Algures por volta de 1958/59, a minha mãe concorreu através da Caixa de Previdência do Ministério da Educação Nacional, de que era sócia com o nº 17845. A ideia inicial era comprar uma casa própria. Ela não estava muito esperançada. Ficou em lista de espera e não estava a pensar ser chamada tão cedo. Mas passado pouco tempo chamaram. Havia possibilidade de empréstimo. Talvez a ideia fosse uma casa em Lisboa. Mas um colega da minha mãe, o Dr. Conceição Correia, que tinha já casa em Nova Oeiras, na Rua B, mais tarde Av. António Salazar e hoje Av. Salvador Allende, uma casa quase ao pé da Estação da CP, entusiasmou-a a vir para cá. Era perto do comboio. Um bairro a nascer. O Liceu também não era longe… 
O lote escolhido foi o 138, da Rua A (hoje Alameda Conde Oeiras, nº 65). O meu pai, como já referi, estava em Paris a frequentar a Écolle de Guerre. Acabou por recair quase tudo sobre a minha mãe. O pedido acabou por ser atendido em 20 de Maio de 1960.
O terreno, custou 226.000$00, despesa não suportada pela Caixa. O empréstimo (autorizado a 23 de Março de 1961) para a construção da casa propriamente dita, foi de 434.000$00. Um empréstimo no regime de propriedade resolúvel, ao abrigo do Decreto-Lei nº 40.674, publicado no Diário do Governo de 6/7/56. O total foi de 767 contos – terreno, construção e despesas burocráticas diversas. A Escritura de Compromisso entre a minha mãe e a Caixa foi celebrada em 7 de Abril de 1961 (Cartório Notarial da Rua do Crucifixo, em Lisboa).

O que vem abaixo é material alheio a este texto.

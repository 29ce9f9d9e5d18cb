package plots

import (
	"io"
	"math"
	"testing"
)

func TestSideViewRefuses(t *testing.T) {
	nan, inf := math.NaN(), math.Inf(1)
	cases := map[string]func(*SideViewSpec){
		"no title":          func(s *SideViewSpec) { s.Title = " " },
		"no description":    func(s *SideViewSpec) { s.Desc = "" },
		"no track":          func(s *SideViewSpec) { s.Track = nil },
		"track of NaN":      func(s *SideViewSpec) { s.Track[3].X = nan },
		"track of infinity": func(s *SideViewSpec) { s.Track[3].Y = inf },
		"time of NaN":       func(s *SideViewSpec) { s.Track[3].T = nan },
		"time runs back":    func(s *SideViewSpec) { s.Track[3].T = -1 },
		"unknown phase":     func(s *SideViewSpec) { s.Track[3].Phase = "hop" },
		"huge track":        func(s *SideViewSpec) { s.Track[3].X = 1e12 },
		"spin of NaN":       func(s *SideViewSpec) { s.Spin = nan },
		"deck of NaN":       func(s *SideViewSpec) { s.Deck = nan },
		"negative deck":     func(s *SideViewSpec) { s.Deck = -1 },
		"negative body":     func(s *SideViewSpec) { s.Body = -1 },
		"infinite offset":   func(s *SideViewSpec) { s.Offset = inf },
		"landing of NaN":    func(s *SideViewSpec) { s.Landing = &Point{nan, 0} },
		"uniform of NaN":    func(s *SideViewSpec) { s.Uniform[1].Y = nan },
		"arc of NaN":        func(s *SideViewSpec) { s.Outlines[0].Path[0].Radius = nan },
		"unknown kind":      func(s *SideViewSpec) { s.Outlines[0].Kind = 99 },
	}
	for name, spoil := range cases {
		s := sideSpec(18, 1.9, sampleSpin, 0, 0, 0.03)
		spoil(&s)
		if f, err := SideView(s); err == nil || f != nil {
			t.Errorf("%s: drawn", name)
		}
	}
}

func TestInertialViewRefuses(t *testing.T) {
	cases := map[string]func(*InertialViewSpec){
		"no path":       func(s *InertialViewSpec) { s.Path = nil },
		"foot at axis":  func(s *InertialViewSpec) { s.Foot = Point{} },
		"foot of NaN":   func(s *InertialViewSpec) { s.Foot.X = math.NaN() },
		"angle of NaN":  func(s *InertialViewSpec) { s.LandingAngle = math.NaN() },
		"huge angle":    func(s *InertialViewSpec) { s.LandingAngle = 1e300 },
		"negative body": func(s *InertialViewSpec) { s.Body = -1 },
		"no title":      func(s *InertialViewSpec) { s.Title = "" },
	}
	for name, spoil := range cases {
		s := inertialSpec(18, 1.9, sampleSpin, 0, 0, 0.03)
		spoil(&s)
		if f, err := InertialView(s); err == nil || f != nil {
			t.Errorf("%s: drawn", name)
		}
	}
}

func TestDeckPlanRefuses(t *testing.T) {
	cases := map[string]func(*DeckPlanSpec){
		"nothing":           func(s *DeckPlanSpec) { *s = DeckPlanSpec{Title: "t", Desc: "d"} },
		"round, no radius":  func(s *DeckPlanSpec) { s.Radius = 0 },
		"negative radius":   func(s *DeckPlanSpec) { s.Radius = -1 },
		"turned inside out": func(s *DeckPlanSpec) { s.From.Y = 9 },
		"opening of NaN":    func(s *DeckPlanSpec) { s.Openings[0].Size.X = math.NaN() },
		"opening of 0":      func(s *DeckPlanSpec) { s.Openings[0].Size.X = 0 },
		"fixture of NaN":    func(s *DeckPlanSpec) { s.Fixtures[0].Path[0].X = math.NaN() },
		"release of NaN":    func(s *DeckPlanSpec) { s.Releases[0].At.X = math.NaN() },
		"landing of NaN":    func(s *DeckPlanSpec) { s.Releases[0].Landing.X = math.NaN() },
		"no description":    func(s *DeckPlanSpec) { s.Desc = "" },
		"path of no points": func(s *DeckPlanSpec) { s.Paths = []PlanPath{{Name: "p"}} },
		"path of NaN":       func(s *DeckPlanSpec) { s.Paths = []PlanPath{{Points: []Point{{}, {1, math.NaN()}}}} },
		"huge path":         func(s *DeckPlanSpec) { s.Paths = []PlanPath{{Points: []Point{{1e12, 0}}}} },
	}
	for name, spoil := range cases {
		s := planSpec()
		spoil(&s)
		if f, err := DeckPlan(s); err == nil || f != nil {
			t.Errorf("%s: drawn", name)
		}
	}
}

func TestChartsRefuse(t *testing.T) {
	nan := math.NaN()
	for name, spoil := range map[string]func(*DeflectionChartSpec){
		"no series":    func(s *DeflectionChartSpec) { s.Series = nil },
		"empty series": func(s *DeflectionChartSpec) { s.Series = []DeflectionSeries{{Name: "a"}} },
		"all NaN": func(s *DeflectionChartSpec) {
			s.Series = []DeflectionSeries{{"a", []float64{0}, []float64{1}, []float64{nan}, 0}}
		},
		"unequal lengths": func(s *DeflectionChartSpec) { s.Series[0].Time = s.Series[0].Time[1:] },
		"huge":            func(s *DeflectionChartSpec) { s.Series[0].Deflection[1] = 1e300 },
		"no title":        func(s *DeflectionChartSpec) { s.Title = "" },
	} {
		s := deflectionSpec()
		spoil(&s)
		if f, err := DeflectionChart(s); err == nil || f != nil {
			t.Errorf("deflection, %s: drawn", name)
		}
	}
	for name, spoil := range map[string]func(*LoadsChartSpec){
		"no time": func(s *LoadsChartSpec) { *s = LoadsChartSpec{Title: "t", Desc: "d"} },
		"one moment": func(s *LoadsChartSpec) {
			*s = LoadsChartSpec{Title: "t", Desc: "d", Time: []float64{1}, Weight: []float64{1}}
		},
		"no values":      func(s *LoadsChartSpec) { *s = LoadsChartSpec{Title: "t", Desc: "d", Time: []float64{0, 1}} },
		"time runs back": func(s *LoadsChartSpec) { s.Time[5] = -1 },
		"time of NaN":    func(s *LoadsChartSpec) { s.Time[5] = nan },
		"short slice":    func(s *LoadsChartSpec) { s.Weight = s.Weight[1:] },
		"leg of NaN":     func(s *LoadsChartSpec) { s.Legs[0].To = nan },
		"leg runs back":  func(s *LoadsChartSpec) { s.Legs[0].To = -5 },
		"huge":           func(s *LoadsChartSpec) { s.Weight[5] = 1e300 },
	} {
		s := loadsSpec()
		spoil(&s)
		if f, err := LoadsChart(s); err == nil || f != nil {
			t.Errorf("loads, %s: drawn", name)
		}
	}
}

// TestDegenerateInputsAreDrawn: few points and odd sizes are no errors.
func TestDegenerateInputsAreDrawn(t *testing.T) {
	nan := math.NaN()
	one := []TrackPoint{{Y: 1}}
	cases := map[string]func() (*Figure, error){
		"release only": func() (*Figure, error) {
			return SideView(SideViewSpec{Title: "t", Desc: "d", Deck: 18, Track: one, Offset: nan, Deflection: nan})
		},
		"release at the deck": func() (*Figure, error) {
			return SideView(SideViewSpec{Title: "t", Desc: "d", Track: []TrackPoint{{}}, Landing: &Point{}})
		},
		"zero offset": func() (*Figure, error) {
			return SideView(SideViewSpec{Title: "t", Desc: "d", Deck: 18, Track: []TrackPoint{{Y: 1}, {T: 1}}, Landing: &Point{}})
		},
		"release at the axis": func() (*Figure, error) {
			return SideView(SideViewSpec{Title: "t", Desc: "d", Deck: 18, Spin: 1, Track: []TrackPoint{{Y: 18}, {T: 1, Y: 18}}, Offset: nan, Deflection: nan})
		},
		"long names": func() (*Figure, error) {
			s := thrownSpec()
			long := ""
			for range 40 {
				long += "a very long name "
			}
			s.Title, s.Surface, s.Notes, s.Outlines[0].Name = long, long, long+long, long
			return SideView(s)
		},
		"control characters": func() (*Figure, error) {
			s := thrownSpec()
			s.Title, s.Surface = "a\x00b\xff<&>", "\"\n'\u2028"
			return SideView(s)
		},
		"inertial point": func() (*Figure, error) {
			return InertialView(InertialViewSpec{Title: "t", Desc: "d", Foot: Point{1, 0}, Path: one, Offset: nan})
		},
		"one release": func() (*Figure, error) {
			return DeckPlan(DeckPlanSpec{Title: "t", Desc: "d", Releases: []PlanRelease{{At: Point{3, 4}}}})
		},
		"one value": func() (*Figure, error) {
			return DeflectionChart(DeflectionChartSpec{Title: "t", Desc: "d", Series: []DeflectionSeries{{"a", []float64{0}, []float64{0}, []float64{0}, 0}}})
		},
		"infinite friction": func() (*Figure, error) {
			return LoadsChart(LoadsChartSpec{Title: "t", Desc: "d", Time: []float64{0, 1, 2}, Friction: []float64{0.1, math.Inf(1), 0.2}})
		},
	}
	for name, draw := range cases {
		f, err := draw()
		if err != nil {
			t.Errorf("%s: %v", name, err)
			continue
		}
		if err := f.Write(io.Discard, "svg"); err != nil {
			t.Errorf("%s: %v", name, err)
		}
	}
}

Este é o meu mundo. É nestes 905 metros quadrados que vivo. Que ponho e disponho. É o meu reino. Uma casa que nasceu e cresceu. Transformou-se e adaptou-se. Renovou-se e redecorou-se. Uma casa de família ainda nova e que, no entanto, já é velha. Velha de sentimentos e de presenças. De mortos e de vivos. Quanto mais tempo será da família? Uma interrogação que não cessa de me atormentar nestes tempos de crise económica.